I’ll now describe the (GLSL) code running on the GPU to do the actual rendering.

This starts with a handful of common input variables & utilities to output a (clipped) colour, hittest a rounded rectangle, or lookup a point in a texture. That hittest first involves hittesting the unrounded rectangle, then each corner, then combines those latter tests. Different variants are implemented for ES2, GL3, & GL2.

The formula for hittesting an ellipsis is: (dotproduct(p/r, p/r) - 1.0) / length(2 * (p/r) / r), where dotproduct(a, b) = a.x*b.x + a.y*b.y & length(a) = sqrt dotproduct(a, a)`.

Feel free to explain this formula to me, I haven’t studied much geometry.

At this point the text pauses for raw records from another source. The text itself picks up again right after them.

* every published count of every table in schema ``published`` for the period, found there (a
  new table is covered without being declared here; its keys are its text columns, its counts
  its integer columns, its totals the rows marked 'ALL');
* the margins each table implies: a row marked 'ALL' in a level (district; sex and age band;
  any key column whose 'ALL' rows are the same) is the sum of the rows below it in that level;
* the sums between tables declared in :data:`pipeline.warehouse.catalog.PUBLISHED_TABLES` (categories
  adding up to the prevalence table's persons_ckd, the G3a to G5 rows to persons_ckd_g3_g5: the
  "CKD G3a–G5" figure of the report), and any count published under the same name in two tables
  for the same district (persons_tested of the categories and prevalence tables);
* the order of counts within a row (:data:`ROW_ORDER`: persons_ckd_g3_g5 <= persons_ckd <=
  persons_tested; with_egfr_and_acr <= with_egfr, with_acr <= persons_with_diabetes and
  with_egfr + with_acr - with_egfr_and_acr <= persons_with_diabetes; decline 57 % <= 40 % <=
  30 % <= persons_tested);
* that a blank is at least 1 (zeros are published), and nothing about why a cell is blank: the
  published tables carry one mark for every blank (:data:`MARK`); which blanks are primary
  stays in the internal table ``disclosure_cells``;
* for every published age-standardised rate, each broad age group's count lies between the
  least and greatest value of the integer splits of the district's published count that give
  the published rate and interval back at their rounding (:func:`rate_splits`).

A relation is used only where it holds on the internal counts (a sum that does not hold is not
one a reader could rely on). The report's tables, charts and headline cards are drawn from
these tables alone (``pipeline/report/page.py`` refuses any other), so they add nothing.

**The rule**, for every blanked count that is not zero: the tightest interval [lo, hi] a reader
can derive, by linear programming over the joint system (``scipy.optimize.linprog``, HiGHS:
least and greatest value), must not lie within ``suppress_min``..``suppress_max`` (1 to 10) and
must be at least ``protection_width`` (default 10) wide. Linear programming gives the real
range; the integer range can be narrower where the system is not a network (with the row
orders it need not be): the bounds are rounded inwards to integers, which closes most of that
gap but not all (a stated limit).

**Where the rule fails**, more is blanked (complementary suppression over the joint system):
the published counts that share a sum or an order with the failing cell, in its own table first,
smallest first; the first that makes it pass, else the one that widens it most. A standardised
rate that pins a broad group's count is rounded coarser or blanked before any count is
(:func:`protect_rates`). When nothing can be blanked next to a failing cell, its column is
blanked whole in its table; when even that fails, the table is withheld for the period (no rows
published) with the reason, and the run ends with exit code 1. Rates of a row whose source count
is blanked are blanked with it.

**Consecutive periods.** Prevalence counts are stocks at each period end and no change between
periods is published, so last period's tables and this period's do not combine into an equation
for a blanked cell: a reader learns only that a district's count moved, which tells nothing
finer than the two published totals. Were a column ``<count>_change`` ever published, a cell
blanked this period whose last published value and published change are both known would be
given back: :func:`audit` blanks such a change (checked against the previous period's
published rows).
"""

from __future__ import annotations

import math
from collections.abc import Mapping, Sequence
from dataclasses import dataclass, field

import numpy as np
import polars as pl
from scipy.optimize import linprog
from scipy.sparse import csr_matrix
from scipy.sparse.csgraph import connected_components

from pipeline.core.settings import DisclosureSettings

TOTAL = "ALL"
MARK = "suppressed"  # the one mark every published row with a blank carries
CHANGE_SUFFIX = "_change"
_NOT_COUNTS = {
    "n_suppressed",
    "revision",
}  # revision: the release number (pipeline/run/revisions.py)
_TRIES = 10  # published counts tried one by one for a failing cell (bound propagation each)

#: Orders within one row of a table, each "sum(coef * column) <= 0", used where they hold.
ROW_ORDER: tuple[tuple[str, dict[str, int]], ...] = (
    ("district_ckd_prevalence", {"persons_ckd_g3_g5": 1, "persons_ckd": -1}),
    ("district_ckd_prevalence", {"persons_ckd": 1, "persons_tested": -1}),
    ("district_screening_coverage", {"with_egfr_and_acr": 1, "with_egfr": -1}),
    ("district_screening_coverage", {"with_egfr_and_acr": 1, "with_acr": -1}),
    ("district_screening_coverage", {"with_egfr": 1, "persons_with_diabetes": -1}),
    ("district_screening_coverage", {"with_acr": 1, "persons_with_diabetes": -1}),
    ("district_screening_coverage",
     {"with_egfr": 1, "with_acr": 1, "with_egfr_and_acr": -1, "persons_with_diabetes": -1}),
    ("district_decline_incidence", {"persons_decline_57": 1, "persons_decline_40": -1}),
    ("district_decline_incidence", {"persons_decline_40": 1, "persons_decline_30": -1}),
    ("district_decline_incidence", {"persons_decline_30": 1, "persons_tested": -1}),
    ("district_ckd_categories", {"persons_ckd": 1, "persons_tested": -1}),
)  # fmt: skip


class AuditFailure(ValueError):
    """A published table that the audit could not make safe (it is withheld)."""


# --------------------------------------------------------------------------- tables


@dataclass
class AuditTable:
    """One published table of the period: what is published and the internal counts behind it.

    ``published`` and ``internal`` have the same rows in the same order. ``marks`` holds the
    internal reason per blanked count (primary, secondary, withheld; audit for those blanked
    here), keyed by column.
    """

    name: str
    published: pl.DataFrame
    internal: pl.DataFrame
    keys: list[str]
    counts: list[str]
    levels: list[tuple[str, ...]]
    rates: dict[str, tuple[str, ...]] = field(default_factory=dict)
    group_rates: dict[str, tuple[str, ...]] = field(default_factory=dict)
    standardised: object | None = None  # pipeline.warehouse.catalog.Standardised
    marks: dict[str, list[str]] = field(default_factory=dict)
    withheld_reason: str | None = None
    #: Columns shown as another table publishes them (never blanked here on their own).
    copied: tuple[str, ...] = ()
    copied_from: object | None = None  # pipeline.warehouse.catalog.TotalsFrom

    def __post_init__(self) -> None:
        self.values = {c: self.published[c].to_list() for c in self.counts}
        self.truth = {c: self.internal[c].to_list() for c in self.counts}
        for c in self.counts:
            self.marks.setdefault(c, [""] * self.published.height)
        self.key_rows = (
            self.published.select(self.keys).rows() if self.keys else [()] * self.published.height
        )

    @property
    def n(self) -> int:
        return self.published.height

    def blank(self, column: str, row: int) -> bool:
        return self.values[column][row] is None and self.truth[column][row] is not None

    def describe(self, column: str, row: int) -> str:
        where = ", ".join(
            f"{k}={v}" for k, v in zip(self.keys, self.key_rows[row], strict=False) if k != "period"
        )
        return f"{self.name}.{column} ({where})"


def infer_levels(frame: pl.DataFrame, keys: Sequence[str]) -> list[tuple[str, ...]]:
    """Key columns that are 'ALL' on exactly the same rows form one level of totals."""
    by_rows: dict[tuple[int, ...], list[str]] = {}
    for k in keys:
        if k == "period":
            continue
        rows = tuple(i for i, v in enumerate(frame[k].to_list()) if v == TOTAL)
        if rows:
            by_rows.setdefault(rows, []).append(k)
    return [tuple(cols) for cols in by_rows.values()]


def table_from_frames(name: str, published: pl.DataFrame, internal: pl.DataFrame,
                      spec: object | None = None, marks: Mapping[str, list[str]] | None = None) -> AuditTable:  # fmt: skip
    """An :class:`AuditTable` from a declared table (``spec``, a PublishedTable) or, for a table
    not declared, from its columns: text columns are keys, integer columns counts.
    """
    public = set(getattr(spec, "public", ()) or ())
    if spec is not None:
        keys = list(spec.keys)
        counts = [c for c in spec.counts if c in published.columns]
        counts += (
            [c for c in getattr(spec.totals, "copied", ()) if c in published.columns]
            if spec.totals
            else []
        )
        levels = [tuple(level) for level in spec.levels] or infer_levels(published, keys)
        rates, group_rates, standardised = (
            dict(spec.rates),
            dict(spec.group_rates),
            spec.standardised,
        )
    else:
        keys = [c for c, t in published.schema.items() if t == pl.String and c != "suppression"]
        counts = [c for c, t in published.schema.items()
                  if t.is_integer() and c not in _NOT_COUNTS and c not in public]  # fmt: skip
        levels = infer_levels(published, keys)
        rates, group_rates, standardised = {}, {}, None
    copied = (
        tuple(c for c in getattr(spec.totals, "copied", ()) if c in counts)
        if spec and spec.totals
        else ()
    )
    return AuditTable(name, published, internal, keys, counts, levels, rates, group_rates, standardised,
                      {c: list(v) for c, v in (marks or {}).items() if c in counts}, None, copied,
                      spec.totals if copied else None)  # fmt: skip


# --------------------------------------------------------------------------- the joint system
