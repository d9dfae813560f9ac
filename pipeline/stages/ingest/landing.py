"""Landing: each new file read by its layout's reader, its rows keyed and handed to the run's
sink, and recorded in the ``ingest_files`` ledger; what the stage leaves for the next ones.
"""

from __future__ import annotations

import datetime as dt
from collections.abc import Callable
from concurrent.futures import Future, ThreadPoolExecutor
from dataclasses import dataclass, field
from pathlib import Path

import duckdb
import polars as pl

from pipeline.core import identifiers
from pipeline.core.landed import _LANDED_SCHEMA, LANDED_COLUMNS
from pipeline.core.pseudonymise import PersonKeyCache, PseudonymKey, add_person_keys
from pipeline.core.settings import Settings, SourceConfig, source_config_sha256
from pipeline.stages.ingest.dates import add_dates, undated_report_date
from pipeline.stages.ingest.delimited import read_delimited
from pipeline.stages.ingest.fhir import read_fhir_export
from pipeline.stages.ingest.inbox import FileFault, InboxFile, extract_month, scan_inbox
from pipeline.stages.ingest.parquet import read_parquet
from pipeline.stages.ingest.rows import district_places, reject_control_characters
from pipeline.warehouse.connection import memory_limit_within
from pipeline.warehouse.sql_files import checked_name, read_sql

#: The temporary table (``file_id bigint``) of this run's files that gave rows; the stage's
#: result (:class:`Landed`) names it for the stages that read it.
LANDED_FILES = "landed_files"


@dataclass(frozen=True)
class Landed:
    """What the ingest stage leaves for the next ones: ``files``, the temporary table of this
    run's files that gave rows (their ids), and the counts the run reports.
    """

    files: str
    files_new: int = 0
    files_skipped: int = 0
    files_held_back: int = 0
    rows_landed: int = 0
    held_back: tuple[tuple[str, str], ...] = ()  # (path, message)
    #: (path, column, pattern, reason) of every flagged column a source config allows
    allowed_identifiers: tuple[tuple[str, str, str, str], ...] = ()


def begin_landed_files(con: duckdb.DuckDBPyConnection) -> str:
    """Create the run's (empty) table of landed files; its name. A reprocess, which lands stored
    files again, fills it the same way (:func:`record_landed_file`).
    """
    con.execute(f"create or replace temp table {LANDED_FILES} (file_id bigint)")
    return LANDED_FILES


def record_landed_file(con: duckdb.DuckDBPyConnection, files: str, file_id: int) -> None:
    """Add a file that gave rows to the table ``files`` (:func:`begin_landed_files`)."""
    files = checked_name(files)
    con.execute(f"insert into {files} values (?)", [file_id])


@dataclass
class IngestSummary:
    """The counts of :func:`land_inbox` while it runs (its result is :class:`Landed`)."""

    files_new: int = 0
    files_skipped: int = 0
    files_held_back: int = 0
    rows_landed: int = 0
    held_back: list[tuple[str, str]] = field(default_factory=list)  # (path, message)
    #: (path, column, pattern, reason) of every flagged column a source config allows
    allowed_identifiers: list[tuple[str, str, str, str]] = field(default_factory=list)


def read_inbox_file(source: SourceConfig, item: InboxFile, settings: Settings, undated_on: dt.date,
                    run_day: dt.date | None = None) -> pl.DataFrame:  # fmt: skip
    """Landed rows of one file, dates parsed, the person token still present; ``undated_on`` is
    the report date of rows without one in a file without a month in its name, ``run_day`` the
    day of the run (a collection date after it is rejected; today if not given).
    """
    if source.layout == "fhir_ndjson":
        frame = read_fhir_export(source, item, settings)
    elif source.layout == "parquet":
        frame = read_parquet(source, item, district_places(settings))
    else:
        frame = read_delimited(source, item, places=district_places(settings))
    return add_dates(
        reject_control_characters(frame.select(LANDED_COLUMNS)), source, item, undated_on, run_day
    )


#: DuckDB's share of ``execution.memory_limit`` while files are landed. The stage holds two files
#: in Python (one read ahead, one keyed and judged) beside DuckDB's buffer, and DuckDB only
#: appends their rows there (an append spills to disk at the limit, nothing has to fit at once).
#: At 30M results the stage peaked at 3.2 GB with the whole 1.5 GB and 2.6 GB with 1 GB, 6 %
#: slower; the stages after it get the whole limit back for their joins.
INGEST_MEMORY_SHARE = 2 / 3


def land_inbox(
    con: duckdb.DuckDBPyConnection,
    settings: Settings,
    inbox: Path,
    key: PseudonymKey,
    run_period: str,
    ingested_on: dt.date,
    items: list[InboxFile] | None = None,
    *,
    sink: Callable[[duckdb.DuckDBPyConnection, pl.DataFrame], None],
    on_file: Callable[[int, int, int], None] | None = None,
) -> Landed:
    """Read every new file, hand its keyed rows to ``sink`` and record it in ``ingest_files``.

    Person tokens are re-keyed before the rows reach DuckDB, each distinct token once per run.
    Each file's rows go to ``sink`` (``pipeline.stages.validate.judge_file`` in a run) as soon as it is
    read, so only one file is held in memory. The result names the temporary table of this
    run's files that gave rows (``Landed.files``) and carries the counts. ``items`` replaces the inbox scan (``sources check``
    reads one given file). ``on_file(done, total, rows)``, when given, is told after each file
    that is not skipped: files done of those to take, and the rows landed so far (the run's
    progress display).
    """
    summary = IngestSummary()
    undated_on = undated_report_date(run_period, ingested_on)
    if items is None:
        items = scan_inbox(con, settings, inbox)
    next_id = con.execute("select coalesce(max(file_id), 0) + 1 from ingest_files").fetchall()[0][0]
    files = begin_landed_files(con)
    keys = PersonKeyCache(key)
    for item in items:  # ids in inbox order, as the files are recorded
        if item.status != "already_ingested":
            item.allowed_identifiers.clear()
            item.file_id = next_id
            next_id += 1
    # Read ahead: the next new file is read in a second thread while this one is keyed and
    # judged (polars and DuckDB release the GIL, so the two overlap on two cores); the files
    # are still taken in inbox order and at most one is read ahead, so the ids, the ledger and
    # every table are what the one-at-a-time loop gives (tests/unit/stages/ingest/test_landing.py).
    ahead = [i for i in items if i.status == "new"]
    reads: dict[int, Future[pl.DataFrame]] = {}
    pool = ThreadPoolExecutor(max_workers=1, thread_name_prefix="read-ahead")

    def read_next(after: int) -> None:
        for candidate in ahead[after : after + 2]:  # this file and the next one
            if id(candidate) not in reads:
                reads[id(candidate)] = pool.submit(
                    read_inbox_file, settings.source(candidate.source_id), candidate, settings,
                    undated_on, ingested_on)  # fmt: skip

    limit = settings.pipeline.execution.memory_limit
    try:
        with memory_limit_within(con, limit, INGEST_MEMORY_SHARE):
            return _land_items(con, settings, items, key, keys, files, summary, run_period,
                               undated_on, ingested_on, sink, ahead, reads, read_next,
                               on_file or _unheard)  # fmt: skip
    finally:
        pool.shutdown(wait=True, cancel_futures=True)


def _unheard(done: int, total: int, rows: int) -> None:
    """No one listens to the progress of the files."""


def _land_items(con: duckdb.DuckDBPyConnection, settings: Settings, items: list[InboxFile],
                key: PseudonymKey, keys: PersonKeyCache, files: str, summary: IngestSummary,
                run_period: str, undated_on: dt.date, ingested_on: dt.date,
                sink: Callable[[duckdb.DuckDBPyConnection, pl.DataFrame], None],
                ahead: list[InboxFile], reads: dict[int, Future[pl.DataFrame]],
                read_next: Callable[[int], None],
                on_file: Callable[[int, int, int], None]) -> Landed:  # fmt: skip
    """The loop of :func:`land_inbox` over the scanned files, with its read-ahead."""
    position = {id(i): n for n, i in enumerate(ahead)}
    to_take = sum(i.status != "already_ingested" for i in items)
    taken = 0
    for item in items:
        if item.status == "already_ingested":
            summary.files_skipped += 1
            if item.stat is not None and not item.hash_reused:
                # hashed again (first scan after an upgrade, or the file touched or copied, its
                # content the same): its status now, so the next scan need not read it
                con.execute(
                    "update ingest_files set file_stat = $stat where file_id = (select max(file_id) "
                    "from ingest_files where source_id = $source and file_path = $path "
                    "and sha256 = $sha and status in ('ingested', 'duplicate_file'))",
                    {"stat": item.stat, "source": item.source_id, "path": item.rel_path,
                     "sha": item.sha256},
                )  # fmt: skip
            continue
        source = settings.source(item.source_id)
        # a file held back earlier is tried again: its old ledger row (no rows stored) goes
        con.execute(
            "delete from ingest_files where source_id = ? and file_path = ? and sha256 = ? "
            "and status = 'held_back'",
            [item.source_id, item.rel_path, item.sha256],
        )
        version = con.execute(
            "select count(distinct sha256) + 1 from ingest_files where source_id = ? and file_path = ?",
            [item.source_id, item.rel_path],
        ).fetchall()[0][0]
        status, message, rows_read = "ingested", None, 0
        original = con.execute(
            "select rows_read from ingest_files where source_id = ? and sha256 = ? "
            "and status = 'ingested' order by file_id limit 1",
            [item.source_id, item.sha256],
        ).fetchall() if item.status == "duplicate_file" else []  # fmt: skip
        if item.status in ("unreadable", "held_back"):  # held_back: the source's config changed
            status, message = "held_back", item.fault
            summary.files_held_back += 1
            summary.held_back.append((item.rel_path, item.fault or ""))
        elif original:
            status = "duplicate_file"
            message = (
                f"same content as {item.same_as}, already ingested; every row counted as duplicate"
            )
            rows_read = original[0][0]
            summary.files_skipped += 1
        else:  # new, or a copy of a file that was not ingested (held back): read it
            try:
                if id(item) in position:
                    read_next(position[id(item)])
                    frame = reads.pop(id(item)).result()
                else:  # a copy of a file held back earlier: read here
                    frame = read_inbox_file(source, item, settings, undated_on, ingested_on)
            except FileFault as fault:
                status, message = "held_back", item.safe(str(fault))
                summary.files_held_back += 1
                summary.held_back.append((item.rel_path, message))
            else:
                rows_read = frame.height
                keyed = add_person_keys(frame, key, keys)
                del frame
                if keyed.schema != _LANDED_SCHEMA:
                    raise AssertionError(
                        f"landed columns {dict(keyed.schema)} differ from {dict(_LANDED_SCHEMA)}"
                    )
                sink(con, keyed)
                del keyed
                if rows_read:
                    record_landed_file(con, files, item.file_id)
                summary.files_new += 1
                summary.rows_landed += rows_read
                if item.notes:
                    message = "; ".join(item.notes)
                if item.allowed_identifiers:
                    note = identifiers.allowance_note(item.allowed_identifiers)
                    message = f"{message}; {note}" if message else note
                    summary.allowed_identifiers.extend(
                        (item.rel_path, f.column, f.pattern, f.allowed_reason or "")
                        for f in item.allowed_identifiers
                    )
        con.execute(
            "insert into ingest_files by name " + read_sql("ingest_file_entry"),
            {"file_id": item.file_id, "source_id": item.source_id, "file_path": item.rel_path,
             "version": version, "sha256": item.sha256, "size_bytes": item.size_bytes,
             "status": status, "message": message, "rows_read": rows_read,
             "rows_duplicate": rows_read if status == "duplicate_file" else 0,
             "run_period": run_period, "extract_month": extract_month(item.rel_path, run_period),
             "config_sha256": source_config_sha256(settings, item.source_id),
             "file_stat": item.stat if status != "held_back" else None},
        )  # fmt: skip
        taken += 1
        on_file(taken, to_take, summary.rows_landed)
    return Landed(
        files,
        summary.files_new,
        summary.files_skipped,
        summary.files_held_back,
        summary.rows_landed,
        tuple(summary.held_back),
        tuple(summary.allowed_identifiers),
    )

To color blend between two surfaces, lookup the appropriate colours in both textures & mixes them according to the specified (of numerous) formulas.

To copy (“blit”) an image onto the output you simply look up that pixel & apply the opacity. That texture position from which to read is interpolated between this “fragment shader” and the “vertex shader”.

To apply a blur to a texture, it computes an incrementalGaussian x/y/z, pixels-per-side, & pixel step based on the blur radius. From there it computes a sum & coefficientSum & updates the incrementalGuassian.

Then iterates between 1 & the computed pixels-per-side, and uses each of the intermediate (inclusive) numbers to update the sum, coefficientsum, & incrementalGuassian based on the pixel-step, provided blurDir, & incrementalGaussian.

The output colour is sum/coefficientSum.

To render a single-coloured border, it checks if the point is in an outer rounded rect but not an inner rounded rect, and outputs the specified colour if so.

To render a solid fill it simply outputs the provided colour for each fragment pixel. Both for this & the previous shaders, premultiplied-alpha (a technique for making colours behave like vectors via the statement color.rgb *= color.a) is computed on the GPU.

Another shader allows you to multiply a texture pixel by a matrix.

To recoulor an image multiply the desired at each output pixel by the alpha looked up from the texture.

To cross-fade two textures, use the provided progress to compute the opacity to apply to the pixels looked up from the two textures, applies those opacities & add the two colours.

To render an unblurred inset shadow, compute the desired outline & inside rounded rects and fill the difference, much like for borders.

To apply a linear gradient it iterates over the colour steps to find the relevant ones & uses the builtin mix() function to interpolate between them.

An unblurred outset shadow computes a single rounded rect to fill.

Repeating texture fills simply uses the mod() operator to bring the coordinate for lookup into range.

And I don’t see the difference between the outset_shadow & unblurred_outset_shadow fragment shaders. Barely any vertex shaders are used.

Geometry support

Provided by Graphene, which is all pretty much straight out of a maths textbook.